BEGIN Excerpted data

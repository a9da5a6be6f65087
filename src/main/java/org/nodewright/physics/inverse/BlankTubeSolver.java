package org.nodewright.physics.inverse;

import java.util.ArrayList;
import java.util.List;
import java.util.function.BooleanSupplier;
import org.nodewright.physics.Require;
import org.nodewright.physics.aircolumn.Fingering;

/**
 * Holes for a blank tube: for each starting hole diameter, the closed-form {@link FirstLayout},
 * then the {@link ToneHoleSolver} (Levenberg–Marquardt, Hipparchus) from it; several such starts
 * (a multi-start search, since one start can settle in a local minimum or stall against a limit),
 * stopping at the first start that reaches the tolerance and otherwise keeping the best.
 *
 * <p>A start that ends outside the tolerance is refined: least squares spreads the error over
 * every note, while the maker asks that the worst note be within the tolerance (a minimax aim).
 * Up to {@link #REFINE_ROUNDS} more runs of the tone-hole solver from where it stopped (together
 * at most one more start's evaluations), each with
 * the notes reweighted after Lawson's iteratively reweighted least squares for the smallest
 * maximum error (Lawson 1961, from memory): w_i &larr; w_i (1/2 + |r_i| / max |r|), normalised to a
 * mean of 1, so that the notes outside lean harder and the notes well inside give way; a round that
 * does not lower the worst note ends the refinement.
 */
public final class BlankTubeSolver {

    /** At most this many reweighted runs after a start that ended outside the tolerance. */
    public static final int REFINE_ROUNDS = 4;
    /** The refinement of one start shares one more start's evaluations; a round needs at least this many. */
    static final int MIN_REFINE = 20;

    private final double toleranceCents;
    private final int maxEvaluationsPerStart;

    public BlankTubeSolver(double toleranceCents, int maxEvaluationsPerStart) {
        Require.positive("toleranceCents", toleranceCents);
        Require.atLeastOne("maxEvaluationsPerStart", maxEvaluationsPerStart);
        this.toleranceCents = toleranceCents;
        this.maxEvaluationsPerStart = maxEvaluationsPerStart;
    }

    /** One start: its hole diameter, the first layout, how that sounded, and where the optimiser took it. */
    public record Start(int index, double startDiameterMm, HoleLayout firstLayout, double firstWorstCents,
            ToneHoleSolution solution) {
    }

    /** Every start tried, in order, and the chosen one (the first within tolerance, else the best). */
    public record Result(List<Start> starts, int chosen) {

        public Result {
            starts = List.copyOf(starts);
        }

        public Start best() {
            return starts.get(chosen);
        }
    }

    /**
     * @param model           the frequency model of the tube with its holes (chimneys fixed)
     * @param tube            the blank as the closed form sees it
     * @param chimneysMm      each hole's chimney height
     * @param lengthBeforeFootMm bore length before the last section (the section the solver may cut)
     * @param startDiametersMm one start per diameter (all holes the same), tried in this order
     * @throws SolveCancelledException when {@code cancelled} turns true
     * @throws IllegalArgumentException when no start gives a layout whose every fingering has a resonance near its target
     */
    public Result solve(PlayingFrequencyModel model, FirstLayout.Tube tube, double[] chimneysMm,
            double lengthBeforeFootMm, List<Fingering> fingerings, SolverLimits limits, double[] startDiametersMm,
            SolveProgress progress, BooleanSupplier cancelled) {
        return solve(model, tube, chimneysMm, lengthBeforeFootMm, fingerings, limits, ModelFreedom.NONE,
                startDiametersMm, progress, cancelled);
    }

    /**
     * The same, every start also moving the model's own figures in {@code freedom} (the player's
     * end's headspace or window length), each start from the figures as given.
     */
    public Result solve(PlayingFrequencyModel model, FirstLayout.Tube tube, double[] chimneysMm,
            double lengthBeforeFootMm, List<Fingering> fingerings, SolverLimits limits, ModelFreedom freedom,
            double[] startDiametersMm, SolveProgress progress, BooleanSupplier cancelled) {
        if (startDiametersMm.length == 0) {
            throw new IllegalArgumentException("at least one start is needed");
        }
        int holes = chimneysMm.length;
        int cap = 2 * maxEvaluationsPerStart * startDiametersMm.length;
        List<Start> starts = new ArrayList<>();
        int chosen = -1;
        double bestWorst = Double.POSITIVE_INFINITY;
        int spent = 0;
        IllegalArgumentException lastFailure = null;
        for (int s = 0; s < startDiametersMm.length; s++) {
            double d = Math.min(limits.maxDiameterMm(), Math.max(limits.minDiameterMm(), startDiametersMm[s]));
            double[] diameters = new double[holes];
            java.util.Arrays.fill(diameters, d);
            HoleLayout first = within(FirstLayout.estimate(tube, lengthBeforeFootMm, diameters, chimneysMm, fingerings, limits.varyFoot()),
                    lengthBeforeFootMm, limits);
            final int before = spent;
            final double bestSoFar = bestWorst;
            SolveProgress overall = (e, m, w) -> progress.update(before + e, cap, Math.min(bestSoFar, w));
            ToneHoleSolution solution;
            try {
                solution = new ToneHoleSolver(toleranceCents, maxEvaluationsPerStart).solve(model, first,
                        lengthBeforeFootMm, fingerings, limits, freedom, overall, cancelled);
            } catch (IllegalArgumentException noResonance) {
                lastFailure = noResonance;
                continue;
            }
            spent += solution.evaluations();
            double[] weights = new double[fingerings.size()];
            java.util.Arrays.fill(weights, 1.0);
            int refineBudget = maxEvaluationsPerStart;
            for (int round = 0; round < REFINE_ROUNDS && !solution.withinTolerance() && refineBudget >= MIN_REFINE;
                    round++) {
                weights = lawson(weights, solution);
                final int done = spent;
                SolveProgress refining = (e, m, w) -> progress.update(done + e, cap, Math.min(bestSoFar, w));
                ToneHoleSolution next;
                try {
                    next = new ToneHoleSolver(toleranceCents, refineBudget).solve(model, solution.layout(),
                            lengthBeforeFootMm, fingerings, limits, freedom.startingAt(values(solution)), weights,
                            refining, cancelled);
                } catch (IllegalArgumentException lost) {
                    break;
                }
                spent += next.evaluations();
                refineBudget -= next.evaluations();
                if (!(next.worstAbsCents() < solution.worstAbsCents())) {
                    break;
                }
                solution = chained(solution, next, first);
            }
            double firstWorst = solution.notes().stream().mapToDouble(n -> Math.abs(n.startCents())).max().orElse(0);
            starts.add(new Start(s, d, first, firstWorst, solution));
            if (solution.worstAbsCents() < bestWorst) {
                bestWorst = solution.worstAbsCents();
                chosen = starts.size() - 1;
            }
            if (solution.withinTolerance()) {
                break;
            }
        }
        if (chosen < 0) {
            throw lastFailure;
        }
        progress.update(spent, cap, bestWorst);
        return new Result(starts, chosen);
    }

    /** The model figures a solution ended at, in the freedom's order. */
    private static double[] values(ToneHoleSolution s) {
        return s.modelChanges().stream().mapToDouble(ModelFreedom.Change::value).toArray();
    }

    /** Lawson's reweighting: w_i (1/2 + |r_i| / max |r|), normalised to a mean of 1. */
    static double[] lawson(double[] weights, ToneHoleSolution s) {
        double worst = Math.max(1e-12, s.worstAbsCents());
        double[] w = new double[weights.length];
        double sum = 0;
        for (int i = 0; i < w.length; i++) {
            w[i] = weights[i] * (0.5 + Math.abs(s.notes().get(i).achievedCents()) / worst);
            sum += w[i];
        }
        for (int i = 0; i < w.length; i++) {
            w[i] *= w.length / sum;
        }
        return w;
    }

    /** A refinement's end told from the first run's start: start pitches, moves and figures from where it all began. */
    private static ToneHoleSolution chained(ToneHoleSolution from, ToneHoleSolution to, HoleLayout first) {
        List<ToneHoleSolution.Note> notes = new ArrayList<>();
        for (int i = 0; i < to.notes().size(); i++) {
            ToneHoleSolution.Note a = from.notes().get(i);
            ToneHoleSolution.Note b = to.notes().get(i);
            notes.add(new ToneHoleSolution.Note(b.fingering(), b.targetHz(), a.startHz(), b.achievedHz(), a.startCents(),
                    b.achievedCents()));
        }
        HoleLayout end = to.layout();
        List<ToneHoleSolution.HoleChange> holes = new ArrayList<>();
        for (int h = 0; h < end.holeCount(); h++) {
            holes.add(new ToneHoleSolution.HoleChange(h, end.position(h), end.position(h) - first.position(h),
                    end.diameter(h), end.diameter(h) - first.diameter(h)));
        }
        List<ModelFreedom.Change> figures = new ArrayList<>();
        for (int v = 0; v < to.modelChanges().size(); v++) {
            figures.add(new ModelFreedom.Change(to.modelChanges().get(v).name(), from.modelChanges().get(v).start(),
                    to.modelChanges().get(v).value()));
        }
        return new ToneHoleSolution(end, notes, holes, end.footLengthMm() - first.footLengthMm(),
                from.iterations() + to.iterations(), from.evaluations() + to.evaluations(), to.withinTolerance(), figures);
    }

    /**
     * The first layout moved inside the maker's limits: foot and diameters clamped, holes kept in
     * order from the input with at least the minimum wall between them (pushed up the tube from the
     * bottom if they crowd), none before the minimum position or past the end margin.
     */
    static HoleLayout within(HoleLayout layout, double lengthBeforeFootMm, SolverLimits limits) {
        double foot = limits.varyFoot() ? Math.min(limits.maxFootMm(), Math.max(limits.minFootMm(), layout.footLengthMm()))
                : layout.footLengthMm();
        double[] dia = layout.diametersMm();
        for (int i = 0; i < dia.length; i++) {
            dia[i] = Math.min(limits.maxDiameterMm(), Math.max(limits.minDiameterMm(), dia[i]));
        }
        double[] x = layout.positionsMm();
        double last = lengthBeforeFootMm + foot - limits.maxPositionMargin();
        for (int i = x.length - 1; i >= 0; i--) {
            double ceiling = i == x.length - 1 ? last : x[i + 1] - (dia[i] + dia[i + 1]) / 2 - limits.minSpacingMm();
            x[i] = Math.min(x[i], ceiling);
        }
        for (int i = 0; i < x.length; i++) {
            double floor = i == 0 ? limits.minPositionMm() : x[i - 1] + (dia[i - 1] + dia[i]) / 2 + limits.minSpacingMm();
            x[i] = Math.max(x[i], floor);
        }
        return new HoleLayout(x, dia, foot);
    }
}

END Excerpted data
BEGIN Excerpted data

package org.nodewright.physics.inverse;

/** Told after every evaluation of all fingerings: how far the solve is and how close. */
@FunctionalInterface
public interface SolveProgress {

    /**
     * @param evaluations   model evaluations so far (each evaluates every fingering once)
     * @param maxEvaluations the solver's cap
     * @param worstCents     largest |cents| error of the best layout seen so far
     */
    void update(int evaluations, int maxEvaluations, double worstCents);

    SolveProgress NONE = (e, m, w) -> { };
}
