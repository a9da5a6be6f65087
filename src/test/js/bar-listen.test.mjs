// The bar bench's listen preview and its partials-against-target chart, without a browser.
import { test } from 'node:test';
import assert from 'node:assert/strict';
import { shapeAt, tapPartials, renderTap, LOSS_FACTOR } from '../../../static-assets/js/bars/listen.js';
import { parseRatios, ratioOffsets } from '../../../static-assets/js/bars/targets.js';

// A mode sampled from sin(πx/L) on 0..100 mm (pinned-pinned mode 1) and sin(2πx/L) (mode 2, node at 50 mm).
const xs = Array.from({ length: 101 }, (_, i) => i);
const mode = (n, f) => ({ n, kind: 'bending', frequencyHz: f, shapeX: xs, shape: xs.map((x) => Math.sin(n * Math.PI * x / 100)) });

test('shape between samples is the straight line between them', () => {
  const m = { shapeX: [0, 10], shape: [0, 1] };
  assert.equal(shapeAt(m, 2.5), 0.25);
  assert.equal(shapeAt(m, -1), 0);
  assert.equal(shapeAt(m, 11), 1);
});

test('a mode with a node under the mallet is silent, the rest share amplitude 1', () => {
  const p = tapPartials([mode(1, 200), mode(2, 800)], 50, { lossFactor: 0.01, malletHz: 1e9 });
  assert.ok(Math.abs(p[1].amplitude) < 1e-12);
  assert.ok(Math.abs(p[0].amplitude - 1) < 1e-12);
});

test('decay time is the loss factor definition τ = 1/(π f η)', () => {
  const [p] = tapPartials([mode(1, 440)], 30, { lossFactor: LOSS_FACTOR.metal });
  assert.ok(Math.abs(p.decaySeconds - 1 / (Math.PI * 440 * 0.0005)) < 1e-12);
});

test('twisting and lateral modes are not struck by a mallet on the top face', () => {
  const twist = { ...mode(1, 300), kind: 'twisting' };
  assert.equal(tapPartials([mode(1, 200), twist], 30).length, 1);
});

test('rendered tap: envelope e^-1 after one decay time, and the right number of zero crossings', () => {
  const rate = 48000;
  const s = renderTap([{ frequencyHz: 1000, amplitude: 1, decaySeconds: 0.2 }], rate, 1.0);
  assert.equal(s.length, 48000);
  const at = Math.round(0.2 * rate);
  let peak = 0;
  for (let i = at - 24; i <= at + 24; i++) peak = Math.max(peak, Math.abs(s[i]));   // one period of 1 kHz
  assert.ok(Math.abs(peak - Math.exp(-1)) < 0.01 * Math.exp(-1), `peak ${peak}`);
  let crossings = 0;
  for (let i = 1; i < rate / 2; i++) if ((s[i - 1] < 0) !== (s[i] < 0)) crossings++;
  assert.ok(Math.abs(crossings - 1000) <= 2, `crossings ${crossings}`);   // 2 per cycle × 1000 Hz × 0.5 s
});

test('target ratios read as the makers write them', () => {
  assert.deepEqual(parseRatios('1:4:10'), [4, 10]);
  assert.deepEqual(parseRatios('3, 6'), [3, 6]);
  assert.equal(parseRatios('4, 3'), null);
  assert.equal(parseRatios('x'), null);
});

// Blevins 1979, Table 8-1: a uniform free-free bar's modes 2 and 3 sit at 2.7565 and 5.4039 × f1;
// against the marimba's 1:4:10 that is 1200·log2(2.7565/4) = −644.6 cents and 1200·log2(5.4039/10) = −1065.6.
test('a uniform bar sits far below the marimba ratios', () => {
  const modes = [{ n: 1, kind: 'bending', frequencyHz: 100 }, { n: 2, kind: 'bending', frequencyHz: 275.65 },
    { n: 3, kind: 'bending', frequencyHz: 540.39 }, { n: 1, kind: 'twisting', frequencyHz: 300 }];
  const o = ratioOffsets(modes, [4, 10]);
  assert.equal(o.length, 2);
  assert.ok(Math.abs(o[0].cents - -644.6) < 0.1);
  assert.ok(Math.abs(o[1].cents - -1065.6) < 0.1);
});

END Excerpted data
BEGIN Excerpted data

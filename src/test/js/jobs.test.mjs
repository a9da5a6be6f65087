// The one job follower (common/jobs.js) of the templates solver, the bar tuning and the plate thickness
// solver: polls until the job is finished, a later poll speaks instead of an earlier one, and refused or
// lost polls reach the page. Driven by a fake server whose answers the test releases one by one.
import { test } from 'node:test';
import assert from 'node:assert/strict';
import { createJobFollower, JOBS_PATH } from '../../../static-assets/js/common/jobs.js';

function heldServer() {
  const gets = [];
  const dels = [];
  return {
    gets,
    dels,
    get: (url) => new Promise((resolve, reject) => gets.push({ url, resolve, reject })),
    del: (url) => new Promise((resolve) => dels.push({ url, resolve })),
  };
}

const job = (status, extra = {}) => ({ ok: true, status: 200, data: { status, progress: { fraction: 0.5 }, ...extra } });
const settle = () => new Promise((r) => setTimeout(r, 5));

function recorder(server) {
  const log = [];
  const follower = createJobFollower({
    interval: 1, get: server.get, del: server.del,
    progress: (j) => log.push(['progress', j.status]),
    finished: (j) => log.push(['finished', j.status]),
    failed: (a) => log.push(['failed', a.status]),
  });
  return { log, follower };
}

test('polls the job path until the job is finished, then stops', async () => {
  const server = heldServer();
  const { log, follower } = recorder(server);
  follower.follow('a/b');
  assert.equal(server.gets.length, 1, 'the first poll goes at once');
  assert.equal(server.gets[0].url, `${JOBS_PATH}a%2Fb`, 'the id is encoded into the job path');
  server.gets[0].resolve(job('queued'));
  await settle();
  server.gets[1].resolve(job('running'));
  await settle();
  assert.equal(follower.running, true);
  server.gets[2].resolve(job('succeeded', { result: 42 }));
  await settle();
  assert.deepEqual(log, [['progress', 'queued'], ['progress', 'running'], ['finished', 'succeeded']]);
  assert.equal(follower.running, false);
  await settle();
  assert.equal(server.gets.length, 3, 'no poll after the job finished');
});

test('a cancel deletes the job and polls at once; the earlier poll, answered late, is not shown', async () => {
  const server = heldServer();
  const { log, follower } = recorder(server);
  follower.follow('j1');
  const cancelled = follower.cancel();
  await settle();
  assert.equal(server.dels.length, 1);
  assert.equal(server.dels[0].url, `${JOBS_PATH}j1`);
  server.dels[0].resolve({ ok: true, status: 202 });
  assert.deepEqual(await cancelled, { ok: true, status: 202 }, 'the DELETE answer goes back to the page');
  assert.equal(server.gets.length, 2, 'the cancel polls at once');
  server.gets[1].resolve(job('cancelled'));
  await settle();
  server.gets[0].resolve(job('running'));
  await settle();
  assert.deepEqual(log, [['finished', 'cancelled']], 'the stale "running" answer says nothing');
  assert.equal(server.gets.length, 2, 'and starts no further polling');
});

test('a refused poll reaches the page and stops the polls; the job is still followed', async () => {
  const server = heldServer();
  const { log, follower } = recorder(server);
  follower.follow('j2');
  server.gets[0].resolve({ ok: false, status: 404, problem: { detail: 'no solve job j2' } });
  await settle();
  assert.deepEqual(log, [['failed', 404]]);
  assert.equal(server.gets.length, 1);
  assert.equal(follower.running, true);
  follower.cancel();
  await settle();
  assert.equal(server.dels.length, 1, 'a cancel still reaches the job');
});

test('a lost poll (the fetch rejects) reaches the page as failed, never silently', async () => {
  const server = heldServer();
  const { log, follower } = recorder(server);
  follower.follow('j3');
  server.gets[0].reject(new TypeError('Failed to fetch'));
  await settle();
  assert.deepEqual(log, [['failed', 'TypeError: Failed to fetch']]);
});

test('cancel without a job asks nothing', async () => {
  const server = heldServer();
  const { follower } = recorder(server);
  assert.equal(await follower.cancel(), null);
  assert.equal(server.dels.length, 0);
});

END Excerpted data

--- Problem ---
When a line in the material contains the string "mapToDouble", copy that line.

--- Worked solution ---
            double firstWorst = solution.notes().stream().mapToDouble(n -> Math.abs(n.startCents())).max().orElse(0);
        return s.modelChanges().stream().mapToDouble(ModelFreedom.Change::value).toArray();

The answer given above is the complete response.